§ WHAT IS EXPECTED
In the records below, find every line with the word "over" and copy it.

·····

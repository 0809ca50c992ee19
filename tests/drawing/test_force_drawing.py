"""The force polygon as a drawing: it closes as drawn, its scale bar is as long as it says (DXF
read back with ezdxf, PDF read back with pdfplumber), its labels are on the page.

Reference for the closing: d'Alembert's principle, the forces on a body with its inertia force
included sum to zero (J. J. Uicker, G. R. Pennock, J. E. Shigley, Theory of Machines and
Mechanisms, 4th ed., §15.1-15.3, the dynamic force polygon of a link closes).  # from memory
The joint forces drawn are also held against the Newton-Euler solution (kinematics.dynamics),
the project's independent formulation.
"""

import math
import re
import subprocess
import sys
from pathlib import Path

import ezdxf
import pdfplumber
import pytest

import kinematics
from kinematics.drawing import Arrow, Text
from kinematics.drawing.dxf import write_dxf
from kinematics.drawing.force_sheet import draw_force_sheet
from kinematics.drawing.forces import force_pane, line_of_action_pane
from kinematics.drawing.symbols import Symbols
from kinematics.dynamics import forces
from kinematics.forcepolygon import force_polygon

SAMPLES = Path(__file__).resolve().parents[2] / "samples"
# The bodies whose forces (inertia included) each close a polygon, by their labels as drawn.
LOOPS = {
    "cap-press-feeder.json": (
        ("Fᵢ(rod)", "W(rod)", "Fᵢ(D)", "W(D)", "F(frame→block D)", "F(crank→rod)"),  # rod with its block
        ("Fᵢ(crank)", "W(crank)", "F(rod→crank)", "F(frame→crank)")),
    "tile-trimmer-quick-return.json": (
        ("Fᵢ(rod)", "W(rod)", "Fᵢ(R)", "W(R)", "cutting", "F(frame→block R)", "F(lever→rod)"),
        ("Fᵢ(lever)", "W(lever)", "F(rod→lever)", "F(block A→lever)", "F(frame→lever)"),
        ("Fᵢ(crank)", "W(crank)", "Fᵢ(A)", "W(A)", "F(lever→block A)", "F(frame→crank)")),
}
# A load that is zero at a pose (a point mass at rest, a load out of its range) is not drawn.
MAY_BE_ZERO = re.compile(r"Fᵢ\(.*\)|cutting")
# The drawn vectors are the construction's N values over its scale (one division each), summed a
# handful at a time: round-off is ~1e-15 of the largest. 1e-9 of the largest force is far above
# that and far below any drawing error (a vector misdrawn by a hair of a millimetre is 1e-3).
CLOSE = 1e-9
# A bar's length in the PDF: drawn at 1200 dpi (0.02 mm a device pixel), flat caps; 0.05 mm.
BAR_MM = 0.05


def made_of(name: str, angle=None):
    return force_polygon(kinematics.construct(kinematics.solve(kinematics.load_mechanism(SAMPLES / name), angle)))


def drawn_vectors(sheet, made) -> dict:
    """Label -> the drawn vector in N (sheet mm over the view's mm per N), from the Arrows."""
    labels = {s.id: s.label for s in made.polygon.steps}
    k = sheet.views["force"].mm_per_unit
    return {labels[p.ref.name]: complex(p.end[0] - p.start[0], p.end[1] - p.start[1]) / k
            for p in sheet.primitives if isinstance(p, Arrow) and p.ref and p.ref.kind == "step"}


@pytest.mark.parametrize("name", sorted(LOOPS))
@pytest.mark.parametrize("angle", [None, 75.0, 200.0])
def test_each_bodys_drawn_polygon_closes(name, angle):
    made = made_of(name, angle)
    sheet = force_pane(made, Symbols())
    vectors = drawn_vectors(sheet, made)
    largest = max(abs(v) for v in vectors.values())
    for loop in LOOPS[name]:
        drawn = [vectors[label] if label in vectors or not MAY_BE_ZERO.fullmatch(label) else 0j for label in loop]
        assert abs(sum(drawn)) <= CLOSE * largest, loop


def test_the_drawn_pivot_force_is_the_newton_euler_one():
    made = made_of("cap-press-feeder.json")
    drawn = drawn_vectors(force_pane(made, Symbols()), made)["F(frame→crank)"]
    numeric = complex(*forces(made.construction.solution).joints_n["O2"]["crank"])
    assert abs(drawn - numeric) <= CLOSE * abs(numeric)  # the tolerance of CLOSE, same reasons


def test_the_pane_states_its_scale_in_newtons_per_millimetre():
    made = made_of("cap-press-feeder.json")
    sheet = force_pane(made, Symbols())
    words = [p.text for p in sheet.primitives if isinstance(p, Text)]
    assert f"{made.polygon.scale_per_mm:g} N per mm" in words


def test_a_line_of_action_goes_through_the_steps_point_along_its_force():
    made = made_of("cap-press-feeder.json")
    step = next(s for s in made.polygon.steps if s.label == "Fᵢ(rod)")
    (line, *_) = (p for p in line_of_action_pane(made, step.id, Symbols()).primitives if hasattr(p, "start"))
    at = (1e3 * step.space[0][0], 1e3 * step.space[0][1])  # the space view is true size, mm
    (x0, y0), (x1, y1) = step.coords
    along = complex(line.end[0] - line.start[0], line.end[1] - line.start[1])
    force = complex(x1 - x0, y1 - y0)
    assert abs((along / force).imag) <= 1e-9 * abs(along / force)  # parallel to the force
    to_point = complex(at[0] - line.start[0], at[1] - line.start[1])
    assert abs((to_point * along.conjugate()).imag) / abs(along) <= 1e-9 * abs(along)  # through the point


def test_a_step_with_no_place_in_the_space_diagram_draws_nothing_there():
    made = made_of("cap-press-feeder.json")
    intersection = next(s for s in made.polygon.steps if s.label == "x1")
    assert line_of_action_pane(made, intersection.id, Symbols()).primitives == ()


def test_the_dxf_holds_the_force_polygon_on_its_own_layers_with_its_scale_bar(tmp_path):
    made = made_of("cap-press-feeder.json")
    path = tmp_path / "forces.dxf"
    sheet = write_dxf(made.construction, path, forces=made)
    doc = ezdxf.readfile(path)
    msp = doc.modelspace()
    layers = {e.dxf.layer for e in msp}
    assert {"FORCE-KNOWN", "FORCE-RESULT", "FORCE-CONSTRUCTION"} <= layers
    assert not any(e.dxf.layer in {"KNOWN-VECTORS", "RESULT-VECTORS"} and _view(e) == "force" for e in msp)
    texts = [e.dxf.text for e in msp.query("TEXT")]
    for label in ("F(frame→crank)", "Fᵢ(rod)", "F(crank→rod)"):
        assert any(label in t for t in texts), label
    scale = float(next(re.search(r"([\d.]+) N per mm", t).group(1) for t in texts if "N per mm" in t))
    assert scale == 1.0 / sheet.views["force"].mm_per_unit
    bar = [e for e in msp.query("LINE") if _tag(e) == "scale bar force"]
    end = next(float(t.split()[0]) for t in (e.dxf.text for e in msp.query("TEXT") if _tag(e) == "scale bar force")
               if t.endswith(" N") and t != "0")
    longest = max(math.dist(tuple(e.dxf.start)[:2], tuple(e.dxf.end)[:2]) for e in bar)
    assert longest == pytest.approx(end / scale, rel=1e-12)  # replayed coordinates: float round-off only


def _xdata(entity) -> list:
    try:
        return [value for _, value in entity.get_xdata("KINEPOLY")]
    except ezdxf.DXFValueError:
        return []


def _tag(entity) -> str:
    return next((v for v in _xdata(entity) if not v.startswith("view ")), "")


def _view(entity) -> str:
    return next((v[5:] for v in _xdata(entity) if v.startswith("view ")), "")


def test_print_forces_adds_a_sheet_with_the_polygon_its_labels_and_a_true_scale_bar(tmp_path):
    path = tmp_path / "sheet.pdf"
    done = subprocess.run([sys.executable, "-m", "app.main", "print", str(SAMPLES / "cap-press-feeder.json"),
                           "--forces", "-o", str(path)], capture_output=True, text=True,
                          env={"QT_QPA_PLATFORM": "offscreen", "PATH": ""}, cwd=SAMPLES.parent)
    assert done.returncode == 0, done.stderr
    made = made_of("cap-press-feeder.json")
    sheet = draw_force_sheet(made)
    scale = 1.0 / sheet.views["force"].mm_per_unit
    with pdfplumber.open(path) as pdf:
        assert len(pdf.pages) == 2
        page = pdf.pages[1]
        text = page.extract_text()
        for label in ("F(frame→crank)", "Fᵢ(rod)", "W(D)", f"Force polygon {scale:g} N per mm", "drive torque"):
            assert label in text, label
        value = next(float(t.split()[0]) for t in (p.text for p in sheet.primitives
                                                  if isinstance(p, Text) and p.ref and p.ref.name == "force")
                     if t.endswith(" N") and t != "0")
        lengths = [abs(line["x1"] - line["x0"]) * 25.4 / 72.0 for line in page.lines
                   if abs(line["top"] - line["bottom"]) < 1e-6]
        assert min(abs(length - value / scale) for length in lengths) <= BAR_MM


def test_print_forces_without_mass_data_says_so_and_writes_nothing(tmp_path):
    path = tmp_path / "sheet.pdf"
    done = subprocess.run([sys.executable, "-m", "app.main", "print", str(SAMPLES / "label-swing-arm.json"),
                           "--forces", "-o", str(path)], capture_output=True, text=True,
                          env={"QT_QPA_PLATFORM": "offscreen", "PATH": ""}, cwd=SAMPLES.parent)
    assert done.returncode == 2
    assert "no mass data" in done.stderr
    assert not path.exists()
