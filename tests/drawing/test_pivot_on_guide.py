"""A fixed pivot just above a fixed guide stands on the guide's hatched line: its own base and
hatching would run into the guide's. A pivot clear of any guide keeps its hatched base."""

from pathlib import Path

import pytest

import kinematics
from kinematics.drawing import Polyline, Ref, Strokes
from kinematics.drawing.layout import draw_sheet
from kinematics.drawing.panes import space_pane
from kinematics.drawing.symbols import Symbols

SAMPLES = Path(__file__).resolve().parents[2] / "samples"


def _pivot(sheet, name):
    parts = [p for p in sheet.primitives if p.ref == Ref("point", name)]
    triangles = [p for p in parts if isinstance(p, Polyline) and p.closed and len(p.points) == 3]
    strokes = [p for p in parts if isinstance(p, Strokes)]
    return triangles, strokes


@pytest.mark.parametrize("paper", [True, False])
def test_the_cap_press_pivot_stands_on_its_guide(paper):
    mech = kinematics.load_mechanism(SAMPLES / "cap-press-feeder.json")
    construction = kinematics.construct(kinematics.solve(mech))
    # On paper (1:5) and on screen zoomed out (symbols five times their paper size in machine mm),
    # the pivot's mark reaches the guide 20 mm under its pin.
    sheet = draw_sheet(construction) if paper else space_pane(mech, construction.solution, Symbols().scaled(5.0))
    (triangle,), strokes = _pivot(sheet, "O2")
    assert not strokes, "no base line or hatching of its own"
    # The triangle's base lies on the guide line E-F (y = -20 mm in the file), as drawn.
    view = sheet.views["space"]
    guide_y = view.place((0.0, -0.020))[1]
    assert triangle.points[1][1] == pytest.approx(guide_y, abs=1e-9)
    assert triangle.points[2][1] == pytest.approx(guide_y, abs=1e-9)


def test_a_pivot_clear_of_guides_keeps_its_hatched_base():
    mech = kinematics.load_mechanism(SAMPLES / "stacker-transfer-stephenson.json")
    sheet = space_pane(mech, kinematics.solve(mech), Symbols())
    (triangle,), strokes = _pivot(sheet, "O2")
    assert len(strokes) == 2  # the base line and its hatching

·····

§ OUTPUT
# The drawn vectors are the construction's N values over its scale (one division each), summed a
    """Label -> the drawn vector in N (sheet mm over the view's mm per N), from the Arrows."""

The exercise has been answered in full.